21st November 2021, 01:10	#9 \| Link
TomArrow Registered User Join Date: Dec 2017 Posts: 90	Ah I see, interesting. I agree, it would only make sense if it's faster. Meanwhile I have been taking some baby steps and looked into how auto-vectorization works. Turns out you can print diagnostics and it showed me that it wasn't doing any vectorization at all. So now I tuned it a bit and it does do it now. In addition, I've now also created AVX2 and AVX512 compiles, where the old one was merely AVX (because that's what my CPU supports). Would you do another one of your benchmarks with the updated version? https://github.com/TomArrow/ColorMat...ses/tag/v0.1.1 Just pick whatever instruction set your CPU can handle, though the AVX512 is with a newer compiler version which in my tests seemed to actually produce a bit slower code, so if you try the AVX512 one, maybe also try the AVX2 one. And for AVX and AVX2 I included a second version called "OMPtest" which has the OpenMP parallelization of the outer loop (rows) while the other one does not have this. To me subjectively it feels snappier now, but maybe I'm imagining it. Whereas with the OpenMP thing I really can't tell and I don't know how to do benchmarks.

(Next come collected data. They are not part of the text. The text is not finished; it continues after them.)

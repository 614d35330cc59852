/**
 * propagateToTimes (several times from one Chebyshev recurrence) against mathjs `expm`
 * (a general-purpose library, the independent dense reference used by the propagator tests),
 * and quenchBlocks (how a grid is cut into such blocks).
 */
import { describe, expect, it } from 'vitest';
import {
  MAX_BLOCK_TIMES, maxBlockTimes, propagateToTimes, quenchBlocks,
} from '../../../workers/src/engines/typical/index.js';
import { MAX_REAL_TIME_TAU } from '../../../workers/src/propagators/index.js';
import {
  denseApply, distance, expmTimes, norm, randomHermitian, randomVector, rowSumBound,
} from '../propagators/dense-complex.js';

const n = 8;
const h = randomHermitian(n, 21);
const r = rowSumBound(h); // Gershgorin: spectrum ⊂ [−r, r]
const interval = { lo: -r - 0.2, hi: r + 0.4 }; // loose and off-centre on purpose

describe('propagateToTimes', () => {
  it('gives e^{−isH}ψ at every offset within its returned bound, offset 0 included', () => {
    for (const tol of [1e-3, 1e-12]) {
      const offsets = [0, 0.05, 0.4, 0.4, 1.3, 6];
      const psi0 = randomVector(n, 3);
      const psi = psi0.slice();
      const outs = offsets.map(() => new Float64Array(2 * n));
      const rep = propagateToTimes(denseApply(h), interval, offsets, psi, new Float64Array(2 * n), outs, tol);
      expect(rep.matvecs).toBe(Math.max(...rep.orders));
      expect(rep.axpys).toBe(rep.orders.reduce((a, k) => a + k + 1, 0));
      expect(rep.orders[0]).toBe(0);
      offsets.forEach((s, j) => {
        const ref = expmTimes(h, 0, -s, psi0);
        expect(rep.errorBounds[j]).toBeLessThanOrEqual(tol);
        // The bound covers truncation; 1e-12 covers expm's and the recurrence's rounding.
        expect(distance(outs[j], ref) / norm(psi0), `s = ${s}`).toBeLessThanOrEqual(rep.errorBounds[j] + 1e-12);
      });
      expect(Array.from(outs[2])).toEqual(Array.from(outs[3]));
    }
  });

  it('handles a zero-width interval (Op = c·1) as a pure phase, and an empty offset list', () => {
    const psi0 = randomVector(n, 4);
    const outs = [new Float64Array(2 * n)];
    const c = 0.7;
    propagateToTimes((i, o, al, be, ga) => { for (let k = 0; k < i.length; k++) o[k] = (al * c + be) * i[k] + (ga === 0 ? 0 : ga * o[k]); },
      { lo: c, hi: c }, [2], psi0.slice(), new Float64Array(2 * n), outs, 1e-10);
    for (let k = 0; k < n; k++) {
      const re = psi0[2 * k] * Math.cos(-1.4) - psi0[2 * k + 1] * Math.sin(-1.4);
      expect(outs[0][2 * k]).toBeCloseTo(re, 14);
    }
    const rep = propagateToTimes(denseApply(h), interval, [], psi0.slice(), new Float64Array(2 * n), [], 1e-8);
    expect(rep.matvecs).toBe(0);
  });

  it('rejects unsorted or negative offsets, aliased buffers and a bad interval', () => {
    const psi = randomVector(n, 5);
    const w = new Float64Array(2 * n);
    const o = [new Float64Array(2 * n), new Float64Array(2 * n)];
    const apply = denseApply(h);
    expect(() => propagateToTimes(apply, interval, [1, 0.5], psi, w, o, 1e-8)).toThrow(/ascending/);
    expect(() => propagateToTimes(apply, interval, [-1], psi, w, o, 1e-8)).toThrow(/offsets/);
    expect(() => propagateToTimes(apply, interval, [1], psi, w, [psi], 1e-8)).toThrow(/outs\[0\]/);
    expect(() => propagateToTimes(apply, interval, [1], psi, psi, o, 1e-8)).toThrow(/^work must be a distinct vector/);
    expect(() => propagateToTimes(apply, { lo: 1, hi: 0 }, [1], psi, w, o, 1e-8)).toThrow(/interval/);
    expect(() => propagateToTimes(apply, interval, [1, 2, 3], psi, w, o, 1e-8)).toThrow(/outs must hold/);
  });
});

describe('quenchBlocks', () => {
  const grid = Array.from({ length: 100 }, (_, k) => (2 * k) / 99);

  it('covers every grid time once, in order, each block starting where the last one ended', () => {
    const blocks = quenchBlocks(grid, 72, 17, 1e-9, MAX_BLOCK_TIMES);
    let next = 0;
    let from = 0;
    for (const b of blocks) {
      expect(b.start).toBe(next);
      expect(b.from).toBe(from);
      expect(b.count).toBeGreaterThanOrEqual(1);
      expect(b.count).toBeLessThanOrEqual(MAX_BLOCK_TIMES);
      expect((grid[b.start + b.count - 1] - b.from) * 72).toBeLessThanOrEqual(MAX_REAL_TIME_TAU);
      next += b.count;
      from = grid[b.start + b.count - 1];
    }
    expect(next).toBe(100);
  });

  it('groups many short steps when an application costs many passes, and steps one by one when it costs none', () => {
    // 4 × 4 TFIM-like: a = 72, G ≈ 17 passes, dτ ≈ 1.45: the cost model picks blocks of ≈ 20
    // (fewer than 10 blocks for 100 times); with G = 0 extra times only add axpys: blocks of 1.
    expect(quenchBlocks(grid, 72, 17, 1e-9, MAX_BLOCK_TIMES).length).toBeLessThan(10);
    expect(quenchBlocks(grid, 72, 0, 1e-9, MAX_BLOCK_TIMES).length).toBe(100);
    expect(quenchBlocks(grid, 72, 17, 1e-9, 1).length).toBe(100);
    // A span beyond τ = MAX_REAL_TIME_TAU is never one block.
    const long = quenchBlocks([100, 200], 3, 100, 1e-9, MAX_BLOCK_TIMES);
    expect(long.map((b) => b.count)).toEqual([1, 1]);
  });

  it('limits the block outputs to 1 GiB of vectors and rejects a block limit below 1', () => {
    expect(maxBlockTimes(2 ** 10)).toBe(MAX_BLOCK_TIMES);
    expect(maxBlockTimes(2 ** 24)).toBe(4);
    expect(maxBlockTimes(2 ** 27)).toBe(1);
    expect(() => quenchBlocks(grid, 1, 1, 1e-9, 0)).toThrow(/maxBlock/);
  });
});
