/**
 * TypicalEngine.runBranch: adaptive sample counts against the tolerance, honest diagnostics
 * when the cap is reached, determinism by seed, fan-out (split + merge) equivalence, and the
 * branch contract (abort, resume, β = 0, bad indices).
 */
import { beforeAll, describe, expect, it } from 'vitest';
import { DiagnosticsRecord, SweepPoint, ThermoRecord } from '../../../shared-types/src/index.js';
import { ExactEngine } from '../../../workers/src/engines/exact/index.js';
import {
  estimateTypicalBeta, MIN_SAMPLES, mergeTypicalSamples, PILOT_SAMPLES, runTypicalSamples, TRUNCATION_SHARE,
  TypicalEngine, typicalLayout,
} from '../../../workers/src/engines/typical/index.js';
import { collect, seriesOf, spec, type Collected } from '../exact/collect.js';

/** 8-site TFIM quench, two temperatures, three times. */
const QUENCH = spec({
  lattice: { kind: 'chain', length: 8, boundary: 'open' },
  h0: { model: 'ising', J: 1, hx: 0.7 }, h1: { model: 'ising', J: 1, hx: 1.5 },
  betas: [0.5, 2], times: { values: [0, 0.5, 1] },
  observables: [{ kind: 'site', pauli: 'X' }, { kind: 'pair', paulis: 'ZZ' }],
  tolerance: 6e-3,
  seed: 11,
});

let exact: Collected;
beforeAll(async () => {
  exact = await collect(new ExactEngine(), { ...QUENCH, tolerance: 1e-8 }, [0, 1]);
}, 60_000);

describe('TypicalEngine', () => {
  describe('when the tolerance is reachable', () => {
    it('should add samples after the pilot until every series error is within the tolerance, and agree with exact', async () => {
      const engine = new TypicalEngine();
      const out = await collect(engine, QUENCH, [0, 1]);
      expect(out.thermo.map((t) => t.betaIndex)).toEqual([0, 1]);
      // Every record is valid against the shared result schemas (what the service stores).
      for (const t of out.thermo) expect(ThermoRecord.safeParse(t).success).toBe(true);
      for (const p of out.points) expect(SweepPoint.safeParse(p).success).toBe(true);
      for (const d of out.diagnostics) expect(DiagnosticsRecord.safeParse(d).success).toBe(true);
      expect(out.points).toHaveLength(6);
      for (const d of out.diagnostics) {
        expect(d.extra.met).toBe(true);
        expect(d.extra.errorTarget).toBe(QUENCH.tolerance);
        expect(d.extra.pilotSamples).toBe(PILOT_SAMPLES);
        expect(Number(d.extra.rounds)).toBeGreaterThanOrEqual(2);
        expect(Number(d.extra.samples)).toBeGreaterThanOrEqual(MIN_SAMPLES);
        expect(Number(d.extra.samples)).toBeLessThanOrEqual(Number(d.extra.sampleCap));
        expect(d.stationarityResidual).toBeNull();
        // ⟨H1⟩ and the norm are conserved by each sample's unitary evolution; the propagator's
        // state error δ (kept ≤ TRUNCATION_SHARE × tolerance) bounds the drifts: |Δ⟨H1⟩| ≤ 2δ‖H1‖
        // with ‖H1‖ ≤ Σ|w| = 7 + 8·1.5 = 19, |Δ‖ψ‖| ≤ δ (plus 1e-12 for rounding).
        expect(d.propagatorErrorBound).toBeLessThan(TRUNCATION_SHARE * QUENCH.tolerance);
        expect(d.h1Drift).toBeLessThan(2 * d.propagatorErrorBound * 19 + 1e-12);
        expect(d.normDrift).toBeLessThan(d.propagatorErrorBound + 1e-12);
      }
      for (const p of out.points) {
        const q = exact.points.find((u) => u.betaIndex === p.betaIndex && u.timeIndex === p.timeIndex)!;
        p.values.forEach((v, k) => {
          expect(p.errors[k]).toBeLessThanOrEqual(QUENCH.tolerance);
          // 4σ: 12 values, one seed (see typical-vs-exact.test.ts for the statistics).
          expect(Math.abs(v - q.values[k])).toBeLessThan(4 * p.errors[k]);
        });
      }
      for (const t of out.thermo) {
        const x = exact.thermo.find((u) => u.betaIndex === t.betaIndex)!;
        for (const key of ['lnZ', 'energy', 'heatCapacity', 'entropy'] as const) {
          expect(Math.abs(t[key] - x[key]), key).toBeLessThan(4 * t.errors[key]);
        }
        expect(t.freeEnergy).toBeCloseTo(-t.lnZ / t.beta, 12);
      }
    });
  });

  describe('when the sample cap is below what the tolerance needs', () => {
    it('should stop at the cap and say the tolerance was not met, reporting the larger measured error', async () => {
      const engine = new TypicalEngine({ maxSamples: 8 });
      const tight = { ...QUENCH, tolerance: 1e-3 };
      const out = await collect(engine, tight, [1]);
      const d = out.diagnostics[0];
      expect(d.extra.met).toBe(false);
      expect(d.extra.samples).toBe(8);
      expect(d.extra.sampleCap).toBe(8);
      const worst = Math.max(...out.points.flatMap((p) => p.errors));
      expect(worst).toBeGreaterThan(tight.tolerance);
      expect(Number(d.extra.statErrorMax)).toBeGreaterThan(0.99 * tight.tolerance);
    });
  });

  describe('when the same spec runs twice', () => {
    it('should emit identical records for the same seed and different values for another seed', async () => {
      const engine = new TypicalEngine({ maxSamples: 8 });
      const a = await collect(engine, QUENCH, [0]);
      const b = await collect(engine, QUENCH, [0]);
      expect(b).toEqual(a);
      const c = await collect(engine, { ...QUENCH, seed: 12 }, [0]);
      expect(c.points[1].values).not.toEqual(a.points[1].values);
      expect(c.thermo[0].energy).not.toBe(a.thermo[0].energy);
    });
  });

  describe('when samples are split over branches and merged', () => {
    it('should give the same estimates as one run, in any merge order, ignoring repeated samples', async () => {
      const layout = typicalLayout(QUENCH);
      const whole = await runTypicalSamples(QUENCH, [0, 1], { start: 0, count: 12 });
      const first = await runTypicalSamples(QUENCH, [1, 0], { start: 0, count: 5 });
      const second = await runTypicalSamples(QUENCH, [0, 1], { start: 5, count: 7 });
      const merged = mergeTypicalSamples([second, first, second]);
      expect(merged.records.length).toBe(24);
      expect(merged.records.map((r) => [r.betaIndex, r.sample])).toEqual(whole.records.map((r) => [r.betaIndex, r.sample]));
      for (const b of [0, 1]) {
        expect(estimateTypicalBeta(layout, merged, b, { errorTarget: 1 })).toEqual(estimateTypicalBeta(layout, whole, b, { errorTarget: 1 }));
      }
      // A single-β branch reproduces the same per-sample numbers as a two-β branch (each sample
      // walks imaginary time from β = 0; the propagators truncate differently, so the two agree
      // within the sum of their own error estimates: ln‖ψ‖² moves by ≤ 2δ for a relative state
      // error δ, and an expectation of a Pauli string (norm 1) by ≤ 2δ + δ²).
      const single = await runTypicalSamples(QUENCH, [1], { start: 0, count: 3 });
      const t5 = Math.floor(5 / whole.primitives);
      for (const r of single.records) {
        const w = whole.records.find((x) => x.betaIndex === 1 && x.sample === r.sample)!;
        expect(Math.abs(r.lnWeight - w.lnWeight)).toBeLessThan(2.1 * (r.thermalError + w.thermalError));
        expect(r.thermalError + w.thermalError).toBeLessThan(1e-7);
        expect(Math.abs(r.primitives[5] - w.primitives[5])).toBeLessThan(2.1 * (r.stateErrors[t5] + w.stateErrors[t5]));
      }
    });

    it('should refuse to merge samples of different specs or layouts', async () => {
      const a = await runTypicalSamples(QUENCH, [0], { start: 0, count: 2 });
      const b = await runTypicalSamples({ ...QUENCH, seed: 3 }, [0], { start: 2, count: 2 });
      expect(() => mergeTypicalSamples([a, b])).toThrow(/spec/);
      expect(() => mergeTypicalSamples([a, { ...a, times: 4 }])).toThrow(/primitives/);
      expect(() => mergeTypicalSamples([])).toThrow(RangeError);
      expect(() => estimateTypicalBeta(typicalLayout(QUENCH), { ...a, records: a.records.slice(0, 1) }, 0, { errorTarget: 1 })).toThrow(/at least 2 samples/);
    });
  });

  describe('when β = 0 and the observables are diagonal', () => {
    it('should give ln Z = S = N ln 2 and ⟨H0⟩, ⟨Z⟩ at t = 0 exactly, with zero error bars (random phases estimate diagonal operators exactly)', async () => {
      const s = spec({
        lattice: { kind: 'chain', length: 6 }, h0: { model: 'pauli-sum', terms: [{ weight: 0.4, word: '' }, { weight: 1, word: 'Z0 Z1' }, { weight: -0.3, word: 'Z2' }] },
        h1: { model: 'ising', J: 1, hx: 1 }, betas: [0], times: { values: [0, 0.5] },
        observables: [{ kind: 'site', pauli: 'Z' }, { kind: 'energy', of: 'h0' }], tolerance: 0.05,
      });
      const engine = new TypicalEngine({ maxSamples: 8 });
      const out = await collect(engine, s, [0]);
      const t = out.thermo[0];
      expect(t.lnZ).toBe(6 * Math.LN2);
      expect(t.entropy).toBe(6 * Math.LN2);
      expect(t.errors.lnZ).toBe(0);
      expect(t.freeEnergy).toBeNull();
      expect(t.errors.freeEnergy).toBeNull();
      expect(Math.abs(t.energy - 0.4)).toBeLessThan(1e-14);
      expect(t.errors.energy).toBeLessThan(1e-14);
      const z = seriesOf(engine, s, 'Z:avg');
      const e = seriesOf(engine, s, 'E:h0');
      expect(Math.abs(out.points[0].values[z])).toBeLessThan(1e-14);
      expect(out.points[0].errors[z]).toBeLessThan(1e-13);
      expect(Math.abs(out.points[0].values[e] - 0.4)).toBeLessThan(1e-14);
      // After the quench ⟨Z(t)⟩ is no longer diagonal: a genuine statistical error appears.
      expect(out.points[1].errors[z]).toBeGreaterThan(1e-6);
    });
  });

  describe('when one quench step is longer than a Chebyshev block may span', () => {
    it('should sub-step it and still agree with the exact engine within the error bars', async () => {
      // H1 half-width Σ|w| = 5 + 6·1.5 = 14: t = 30 is τ = 420 > MAX_REAL_TIME_TAU (250).
      const s = spec({
        lattice: { kind: 'chain', length: 6, boundary: 'open' },
        h0: { model: 'ising', J: 1, hx: 0.7 }, h1: { model: 'ising', J: 1, hx: 1.5 },
        betas: [1], times: { values: [0, 30] },
        observables: [{ kind: 'site', pauli: 'X' }, { kind: 'pair', paulis: 'ZZ' }], tolerance: 1e-3, seed: 4,
      });
      const ex = await collect(new ExactEngine(), { ...s, tolerance: 1e-8 }, [0]);
      const samples = await runTypicalSamples(s, [0], { start: 0, count: 32 });
      const est = estimateTypicalBeta(typicalLayout(s), samples, 0, { errorTarget: s.tolerance });
      const p = est.points[1];
      p.values.forEach((v, k) => expect(Math.abs(v - ex.points[1].values[k])).toBeLessThan(4 * p.errors[k]));
      expect(est.diagnostics.h1Drift).toBeLessThan(1e-6);
      expect(est.diagnostics.normDrift).toBeLessThan(1e-6);
    });
  });

  describe('when the branch is resumed, aborted or given a bad index', () => {
    it('should skip the points before resumeFrom, reject with an AbortError, and throw a RangeError', async () => {
      const engine = new TypicalEngine({ maxSamples: 4, pilotSamples: 4 });
      const out = await collect(engine, QUENCH, [0], { resumeFrom: { 0: 2 } });
      expect(out.points.map((p) => p.timeIndex)).toEqual([2]);
      expect(out.thermo).toHaveLength(1);
      const ctrl = new AbortController();
      ctrl.abort();
      await expect(collect(engine, QUENCH, [0], { signal: ctrl.signal })).rejects.toMatchObject({ name: 'AbortError' });
      await expect(collect(engine, QUENCH, [2])).rejects.toThrow(RangeError);
      await expect(runTypicalSamples(QUENCH, [0], { start: -1, count: 2 })).rejects.toThrow(/sampleRange\.start/);
      expect(() => new TypicalEngine({ maxSamples: 1 })).toThrow(/maxSamples/);
      expect(() => new TypicalEngine({ pilotSamples: 1 })).toThrow(/pilotSamples/);
      const none = await collect(engine, QUENCH, []);
      expect(none.points).toHaveLength(0);
    });
  });
});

21st November 2021, 01:23	#10 \| Link
Dogway Registered User Join Date: Nov 2009 Posts: 2,361	Thanks, I tested with AVX2 as my CPU doesn't support AVX512. The OpenMP was kinda slower than before, the other one was a little bit faster maybe 114 or 115. I'm testing with Prefetch(6) for my CPU which gives me the highest numbers. You can run benchs with avsmeter, very useful tool. Maybe someone else can give you hints on SIMD optimization, looking over stackoverflow is also good practice. __________________ i7-4790K@Stock::GTX 1070] AviSynth+ filters and mods on GitHub + Discussion thread

21st November 2021, 01:29	#11 \| Link
TomArrow Registered User Join Date: Dec 2017 Posts: 90	Oh well that's quite the letdown then. I could swear it felt faster to me but such is life. Guess I'm at my wits end for the time being then.